Presented By O'Reilly and Cloudera
Make Data Work
Feb 17–20, 2015 • San Jose, CA

From Source to Solution: Building A System for Machine and Event-Oriented Data

Eric Sammer (Rocana)
11:30am–12:10pm Thursday, 02/19/2015
Hadoop in Action
Location: 210 A/E
Average rating: ****.
(4.00, 4 ratings)
Slides:   1-ZIP 

While we frequently talk about how to build interesting products on top of machine and event data, the reality is that collecting, organizing, providing access to, and managing this data is where most people get stuck. Many organizations understand the use cases around their data – fraud detection, quality of service and technical operations, user behavior analysis, for example – but are not necessarily data infrastructure experts. In this session, we’ll follow the flow of data through an end to end system built to handle tens of terabytes an hour of event-oriented data, providing real time streaming, in-memory, SQL, and batch access to this data. We’ll go into detail on how open source systems such as Hadoop, Kafka, Solr, and Impala/Hive are actually stitched together; describe how and where to perform data transformation and aggregation; provide a simple and pragmatic way of managing event metadata; and talk about how applications built on top of this platform get access to data and extend its functionality.

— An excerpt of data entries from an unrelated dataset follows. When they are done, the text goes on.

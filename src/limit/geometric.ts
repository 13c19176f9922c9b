import type { LimitId } from '../report/report.js';
import type { Box } from '../tube/box.js';
import { MEASURE, type Measure } from '../tube/measure.js';
import type { Section } from '../tube/section.js';
import type { Span } from '../tube/span.js';
import type { Check, Pair, Proportion } from './check.js';

/** A nominal size that a geometric limit holds from below, from above or both: its value, and the measures for it. */
interface Size<Itself extends Measure | null> {
  readonly at: (section: Section) => number;
  readonly itself: Itself;
  readonly reciprocal: Measure;
}

export const OUTER_DIAMETER: Size<Measure> = {
  at: ({ outerDiameter }) => outerDiameter,
  itself: MEASURE.outerDiameter,
  reciprocal: MEASURE.perOuterDiameter,
};

export const SLIMNESS: Size<Measure> = {
  at: ({ outerDiameter, wall }) => outerDiameter / wall,
  itself: MEASURE.slimness,
  reciprocal: MEASURE.perSlimness,
};

export const WALL: Size<null> = { at: ({ wall }) => wall, itself: null, reciprocal: MEASURE.perWall };

export const BORE: Size<null> = {
  at: ({ outerDiameter, wall }) => outerDiameter - 2 * wall,
  itself: null,
  reciprocal: MEASURE.perBore,
};

/** U = size/greatest. */
export class AtMost implements Check {
  readonly load = null;
  readonly proportion: Proportion;

  constructor(
    readonly limit: LimitId,
    private readonly size: Size<Measure>,
    private readonly greatest: number,
  ) {
    this.proportion = { measure: size.itself, factor: 1 / greatest };
  }

  utilisation(at: Section): number {
    return this.size.at(at) / this.greatest;
  }

  bound(over: Box, out: Span): void {
    over.multiple(this.proportion.measure, this.proportion.factor, out);
  }

  pair(at: Section): Pair {
    return { demand: this.size.at(at), capacity: this.greatest, interaction: false };
  }
}

/** U = least/size. */
export class AtLeast implements Check {
  readonly load = null;
  readonly proportion: Proportion;

  constructor(
    readonly limit: LimitId,
    private readonly size: Size<Measure | null>,
    private readonly least: number,
  ) {
    this.proportion = { measure: size.reciprocal, factor: least };
  }

  utilisation(at: Section): number {
    return this.least / this.size.at(at);
  }

  bound(over: Box, out: Span): void {
    over.multiple(this.proportion.measure, this.proportion.factor, out);
  }

  pair(at: Section): Pair {
    return { demand: this.least, capacity: this.size.at(at), interaction: false };
  }
}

Attendees will leave this session knowing not just which open source projects go into a system such as this, but how they work together, what tradeoffs and decisions need to be addressed, and how to present a single general purpose data platform to multiple applications. This session should be attended by data infrastructure engineers and architects planning, building, or maintaining similar systems.

Photo of Eric Sammer

Eric Sammer


Eric Sammer is the CTO and co-founder of ScalingData. Prior to ScalingData, he was an engineering manager at Cloudera. His background is in the development and operations of distributed, highly concurrent, data ingest and processing systems. He’s been involved in the open source community and has contributed to a large number of projects over the last decade. Eric is the author of Hadoop Operations (O’Reilly).